Round 3: Recovery and Sustainable Security Model (40-55 min)
Victory conditions for full 3-round arc:
- Compromised update chain removed and persistence eliminated
- Client communication delivered with accurate, defensible evidence
- Governance obligations met in-region with no unresolved compliance actions
- Sustainable, budget-aligned controls adopted for ongoing consulting operations
Debrief Focus
- Why software update trust is a high-risk dependency in small professional-service firms
- How to align technical containment with client-facing communication under deadline stress
- Which controls deliver the highest protection value per dollar in low-margin environments
- How to prevent recurrence without crippling delivery speed
Advanced Challenge Materials (150-170 min)
Red Herrings and Misdirection
- A legitimate software update release creates overlapping performance symptoms.

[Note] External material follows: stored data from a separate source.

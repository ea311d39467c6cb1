//! Planning: the power of a moderator test before the data exist, and the
//! number of sites (or the per-site n) needed for a target power.
//!
//! The planned meta-regression is y_i = β₀ + β x_i + u_i + e_i with
//! u_i ~ N(0, τ²) and e_i ~ N(0, v_i), v_i the planned within-site
//! variance. The formulas are in `docs/planning.md`.
//!
//! The pipeline: a [`PlanRequest`] (the [`Plan`] and what to solve for) is
//! built into a [`PlanReport`](crate::result::plan::PlanReport) by
//! [`build`], from the closed-form power of [`Plan`], the simulation
//! ([`simulate`], [`confirm_k`]) and the searches for the k or n needed
//! ([`solve_k`], [`solve_n`]).

mod build;
pub mod noncentral;
mod simulate;
mod target;

pub use build::{build, build_with_progress, PlanRequest, SolveFor};
pub use simulate::{confirm_k, no_progress, simulate, MAX_SIMULATED_K, SIM_BLOCK};
pub use target::{power_ceiling_in_n, solve_k, solve_n};

use crate::dist;
use crate::result::plan::PlanTest;
use noncentral::{ncf_sf, ncx2_sf};

/// The analysis scale and its planned within-site variance.
#[derive(Debug, Clone, Copy, PartialEq)]
pub enum PlanMeasure {
    /// Fisher's z of a correlation; variance 1/(n − 3).
    R,
    /// Hedges' g with two equal groups of n/2 and g = 0 for planning;
    /// variance (n_t + n_c)/(n_t n_c) + g²/(2(n_t + n_c)) = 4/n.
    Smd,
    /// An unstandardised slope with a given sampling variance.
    Slope {
        /// The planned within-site variance (se²).
        variance: f64,
    },
    /// A generic effect with a given sampling variance.
    Effect {
        /// The planned within-site variance.
        variance: f64,
    },
}

impl PlanMeasure {
    /// The name used in the output.
    pub fn id(self) -> &'static str {
        match self {
            PlanMeasure::R => "r",
            PlanMeasure::Smd => "smd",
            PlanMeasure::Slope { .. } => "slope",
            PlanMeasure::Effect { .. } => "effect",
        }
    }

    /// Whether the within-site variance depends on the per-site n.
    pub fn uses_n(self) -> bool {
        matches!(self, PlanMeasure::R | PlanMeasure::Smd)
    }

    /// Smallest per-site n the variance formula allows.
    pub fn min_n(self) -> f64 {
        4.0
    }

    /// The planned within-site variance at per-site n.
    ///
    /// # Formula
    /// r: v = 1/(n − 3), the variance of Fisher's z (Fisher 1921, *Metron* 1:3).
    /// smd: v = (n_t + n_c)/(n_t n_c) + g²/(2(n_t + n_c)) with n_t = n_c = n/2
    /// and g = 0, so v = 4/n (Hedges & Olkin 1985, *Statistical Methods for
    /// Meta-Analysis*, eq. 5.14). slope, effect: the given variance.
    pub fn variance(self, n: f64) -> f64 {
        match self {
            PlanMeasure::R => 1.0 / (n - 3.0),
            PlanMeasure::Smd => {
                let (nt, nc) = (n / 2.0, n / 2.0);
                (nt + nc) / (nt * nc)
            }
            PlanMeasure::Slope { variance } | PlanMeasure::Effect { variance } => variance,
        }
    }
}

/// The planned moderator across sites.
#[derive(Debug, Clone, PartialEq)]
pub enum ModeratorDesign {
    /// A numeric moderator with this SD across sites (divisor k − 1); the
    /// planned values are k equally spaced points scaled to that SD.
    Numeric {
        /// SD of the planned values.
        sd: f64,
    },
    /// A two-level moderator (coded 0/1) with this share of sites in the
    /// second level; round(share·k) sites get 1.
    TwoLevel {
        /// Share of sites in the second level.
        share: f64,
    },
    /// Planned values given one per site (from `--moderator-values`); for
    /// another number of sites k the list is repeated cyclically (site i
    /// gets value i mod L).
    Values(Vec<f64>),
}

impl ModeratorDesign {
    /// The planned moderator values for k sites, or None when the design
    /// cannot be realised (fewer than two sites, or a level left empty).
    pub fn values(&self, k: usize) -> Option<Vec<f64>> {
        if k < 2 {
            return None;
        }
        match self {
            ModeratorDesign::Numeric { sd } => {
                let raw: Vec<f64> = (0..k)
                    .map(|i| -1.0 + 2.0 * i as f64 / (k - 1) as f64)
                    .collect();
                let ss: f64 = raw.iter().map(|x| x * x).sum();
                let s = (ss / (k - 1) as f64).sqrt();
                Some(raw.iter().map(|x| x / s * sd).collect())
            }
            ModeratorDesign::TwoLevel { share } => {
                let m = (share * k as f64).round() as usize;
                if m == 0 || m >= k {
                    return None;
                }
                Some((0..k).map(|i| if i < k - m { 0.0 } else { 1.0 }).collect())
            }
            ModeratorDesign::Values(v) => {
                if v.is_empty() {
                    return None;
                }
                let x: Vec<f64> = (0..k).map(|i| v[i % v.len()]).collect();
                x.iter().any(|xi| *xi != x[0]).then_some(x)
            }
        }
    }
}

/// One planning problem.
#[derive(Debug, Clone, PartialEq)]
pub struct Plan {
    /// Measure and its within-site variance.
    pub measure: PlanMeasure,
    /// Number of sites.
    pub k: usize,
    /// Participants per site (unused for slope and effect).
    pub n: f64,
    /// Planned participants of each site (r, smd), repeated in order when k
    /// is larger (site i gets entry i mod L); overrides `n` when given.
    pub n_sites: Option<Vec<f64>>,
    /// Residual between-site variance τ².
    pub tau2: f64,
    /// The moderator's planned values.
    pub design: ModeratorDesign,
    /// The moderator coefficient to detect, on the analysis scale.
    pub beta: f64,
    /// Two-sided significance level.
    pub alpha: f64,
    /// The test.
    pub test: PlanTest,
}

impl Plan {
    /// The same plan with another k.
    pub fn with_k(&self, k: usize) -> Plan {
        Plan { k, ..self.clone() }
    }

    /// The same plan with another n, equal at every site.
    pub fn with_n(&self, n: f64) -> Plan {
        Plan {
            n,
            n_sites: None,
            ..self.clone()
        }
    }

    /// The planned within-site variances v_1..v_k.
    pub fn variances(&self) -> Vec<f64> {
        (0..self.k)
            .map(|i| {
                let n = self.n_sites.as_ref().map_or(self.n, |ns| ns[i % ns.len()]);
                self.measure.variance(n)
            })
            .collect()
    }

    /// Σ w_i (x_i − x̄_w)², the information about the moderator coefficient
    /// (its variance is the reciprocal), or None when the design cannot be
    /// realised at this k.
    ///
    /// # Formula
    /// w_i = 1/(v_i + τ²), x̄_w = Σ w_i x_i / Σ w_i (Hedges & Pigott 2004,
    /// *Psychological Methods* 9:426).
    pub fn information(&self) -> Option<f64> {
        let x = self.design.values(self.k)?;
        let w: Vec<f64> = self
            .variances()
            .iter()
            .map(|v| 1.0 / (v + self.tau2))
            .collect();
        let sw: f64 = w.iter().sum();
        let xbar = w.iter().zip(&x).map(|(wi, xi)| wi * xi).sum::<f64>() / sw;
        Some(
            w.iter()
                .zip(&x)
                .map(|(wi, xi)| wi * (xi - xbar).powi(2))
                .sum(),
        )
    }

    /// The noncentrality λ = β²·Σ w_i (x_i − x̄_w)².
    pub fn noncentrality(&self) -> Option<f64> {
        self.information().map(|s| self.beta * self.beta * s)
    }

    /// Power of the two-sided Wald z test of the moderator coefficient.
    ///
    /// # Formula
    /// power = P(χ²₁(λ) > χ²₁;₁₋α) (Hedges & Pigott 2004, *Psychological
    /// Methods* 9:426), equal to Φ(δ − z₁₋α/₂) + Φ(−δ − z₁₋α/₂), δ = β/SE.
    /// None when the design cannot be realised at this k. Above
    /// [`crate::tolerance::NONCENTRAL_LAMBDA_MAX`] the (identical) normal
    /// form is used, since the Poisson mixture does not go there.
    pub fn z_power(&self) -> Option<f64> {
        let lambda = self.noncentrality()?;
        let z = dist::normal_quantile(1.0 - self.alpha / 2.0);
        if lambda > crate::tolerance::NONCENTRAL_LAMBDA_MAX {
            let d = lambda.sqrt();
            return Some(normal_cdf(d - z) + normal_cdf(-d - z));
        }
        Some(ncx2_sf(z * z, 1.0, lambda))
    }

    /// A quick approximation to the Knapp–Hartung power: the noncentral F.
    ///
    /// # Formula
    /// power ≈ P(F₁,ₖ₋₂(λ) > F₁,ₖ₋₂;₁₋α), with F₁,ₖ₋₂;₁₋α = t²ₖ₋₂;₁₋α/₂ and
    /// λ as for the z test (it treats τ² as known and the Knapp–Hartung scale
    /// as a χ²ₖ₋₂/(k − 2) variable; an approximation, not exact). None when
    /// k < 3 or the design cannot be realised; NaN when λ exceeds
    /// [`crate::tolerance::NONCENTRAL_LAMBDA_MAX`].
    pub fn f_power_approx(&self) -> Option<f64> {
        if self.k < 3 {
            return None;
        }
        let lambda = self.noncentrality()?;
        let df2 = (self.k - 2) as f64;
        let t = dist::t_quantile(1.0 - self.alpha / 2.0, df2);
        Some(ncf_sf(t * t, 1.0, df2, lambda))
    }

    /// The quick (closed-form) power of the chosen test: exact for `z`, the
    /// noncentral F approximation for `kh`.
    pub fn quick_power(&self) -> Option<f64> {
        match self.test {
            PlanTest::Z => self.z_power(),
            PlanTest::Kh => self.f_power_approx(),
        }
    }
}

/// Φ(x), the standard normal CDF.
fn normal_cdf(x: f64) -> f64 {
    use statrs::distribution::{ContinuousCDF, Normal};
    Normal::standard().cdf(x)
}

#[cfg(test)]
pub(super) mod tests {
    use super::*;
    use crate::tolerance::{IDENTITY_REL, NONCENTRAL_REF_ABS};
    use statrs::distribution::{ContinuousCDF, Normal};

    pub(super) fn plan(
        measure: PlanMeasure,
        k: usize,
        n: f64,
        tau2: f64,
        design: ModeratorDesign,
        beta: f64,
        alpha: f64,
    ) -> Plan {
        Plan {
            measure,
            k,
            n,
            n_sites: None,
            tau2,
            design,
            beta,
            alpha,
            test: PlanTest::Z,
        }
    }

    /// The Knapp–Hartung plan the simulation tests share: r, k = 20, n = 50,
    /// τ² = 0.02, a two-level moderator split evenly, effect 0.2, α = 0.05.
    pub(super) fn kh_two_level() -> Plan {
        Plan {
            test: PlanTest::Kh,
            ..plan(
                PlanMeasure::R,
                20,
                50.0,
                0.02,
                ModeratorDesign::TwoLevel { share: 0.5 },
                0.2,
                0.05,
            )
        }
    }

    /// Whole planning problems computed independently by
    /// tests/reference/power_values.py with scipy 1.16.3 (numpy for the
    /// design, scipy.stats.norm for the closed form, scipy.stats.ncf for the
    /// F approximation): (plan, z power, noncentral-F power).
    fn cases() -> Vec<(Plan, f64, f64)> {
        use ModeratorDesign::*;
        vec![
            (
                plan(
                    PlanMeasure::R,
                    20,
                    50.0,
                    0.02,
                    TwoLevel { share: 0.5 },
                    0.2,
                    0.05,
                ),
                0.5953367183203992,
                0.5490093886325786,
            ),
            (
                plan(
                    PlanMeasure::Smd,
                    30,
                    80.0,
                    0.05,
                    Numeric { sd: 10.0 },
                    0.02,
                    0.05,
                ),
                0.9258992781732286,
                0.9077403747000419,
            ),
            (
                plan(
                    PlanMeasure::Effect { variance: 0.04 },
                    12,
                    0.0,
                    0.01,
                    TwoLevel { share: 0.25 },
                    0.3,
                    0.01,
                ),
                0.28659435364750907,
                0.18883071993619593,
            ),
            (
                plan(
                    PlanMeasure::R,
                    40,
                    100.0,
                    0.0,
                    Numeric { sd: 1.0 },
                    0.05,
                    0.05,
                ),
                0.8676480514753485,
                0.8500770196902045,
            ),
        ]
    }

    #[test]
    fn powers_against_scipy() {
        for (p, z, f) in cases() {
            let got = p.z_power().unwrap();
            assert!(
                (got - z).abs() < NONCENTRAL_REF_ABS,
                "{p:?}: z {got} vs scipy {z}"
            );
            let got = p.f_power_approx().unwrap();
            assert!(
                (got - f).abs() < NONCENTRAL_REF_ABS,
                "{p:?}: F {got} vs scipy {f}"
            );
        }
    }

    #[test]
    fn unequal_n_against_scipy() {
        // tests/reference/power_values.py, scipy 1.16.3: r, n = 30, 60, 120
        // repeated, τ² = 0.01, share 0.5, β = 0.3, α = 0.05.
        let base = Plan {
            n_sites: Some(vec![30.0, 60.0, 120.0]),
            ..plan(
                PlanMeasure::R,
                6,
                f64::NAN,
                0.01,
                ModeratorDesign::TwoLevel { share: 0.5 },
                0.3,
                0.05,
            )
        };
        for (k, want) in [(6, 0.610212908979897), (10, 0.8066457369324039)] {
            let got = base.with_k(k).z_power().unwrap();
            assert!(
                (got - want).abs() < NONCENTRAL_REF_ABS,
                "k {k}: {got} vs scipy {want}"
            );
        }
        let sim = simulate(
            &Plan {
                test: PlanTest::Kh,
                ..base.with_k(10)
            },
            300,
            5,
            &no_progress,
        )
        .unwrap();
        assert!(sim.power.is_finite() && sim.failed_fits == 0);
    }

    #[test]
    fn z_power_matches_closed_form() {
        // power = Φ(δ − z₁₋α/₂) + Φ(−δ − z₁₋α/₂), δ = β/SE, SE² = 1/Σw(x − x̄_w)².
        let phi = |x: f64| Normal::standard().cdf(x);
        for (p, _, _) in cases() {
            let delta = p.beta * p.information().unwrap().sqrt();
            let zc = dist::normal_quantile(1.0 - p.alpha / 2.0);
            let want = phi(delta - zc) + phi(-delta - zc);
            let got = p.z_power().unwrap();
            assert!((got - want).abs() < NONCENTRAL_REF_ABS, "{got} vs {want}");
        }
    }

    #[test]
    fn design_values_and_variances() {
        let x = ModeratorDesign::Numeric { sd: 2.5 }.values(7).unwrap();
        let m = x.iter().sum::<f64>() / 7.0;
        let sd = (x.iter().map(|v| (v - m).powi(2)).sum::<f64>() / 6.0).sqrt();
        assert!((sd - 2.5).abs() < IDENTITY_REL && m.abs() < IDENTITY_REL);
        let x = ModeratorDesign::TwoLevel { share: 0.3 }.values(10).unwrap();
        assert_eq!(x.iter().sum::<f64>(), 3.0);
        assert!(ModeratorDesign::TwoLevel { share: 0.01 }
            .values(10)
            .is_none());
        assert_eq!(PlanMeasure::R.variance(53.0), 0.02);
        let d = ModeratorDesign::Values(vec![1.0, 2.0, 4.0]);
        assert_eq!(d.values(5).unwrap(), vec![1.0, 2.0, 4.0, 1.0, 2.0]);
        assert!(d.values(1).is_none());
        assert!(ModeratorDesign::Values(vec![3.0, 5.0, 3.0])
            .values(1)
            .is_none());
        assert!(ModeratorDesign::Values(vec![3.0, 3.0]).values(4).is_none());
        assert_eq!(PlanMeasure::Smd.variance(100.0), 0.04);
    }
}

- Shared account usage blurs attribution across multiple endpoints.
- Hosting-side latency issues mimic malware-related client portal instability.
- Benign browser plugins create noise during extension triage.
Removed Resources and Constraints
- No external malware reference material during play
- No dedicated in-house security staff
- Partial endpoint logging with data gaps
- Emergency spending requires leadership approval
Enhanced Pressure
- Client review is moved up by 24 hours
- Competitors circulate security-focused messaging in the same market window
- Internal rumor sharing increases reputational risk
- New lookalike update domains appear during remediation
Ethical Dilemmas
- Disclosure timing: “Is early disclosure with partial certainty better than delayed disclosure with stronger evidence?”
- Team accountability: “How do you address risky install behavior without creating a blame culture that hides future incidents?”
- Budget realism: “If full remediation is unaffordable this quarter, which controls are non-negotiable and why?”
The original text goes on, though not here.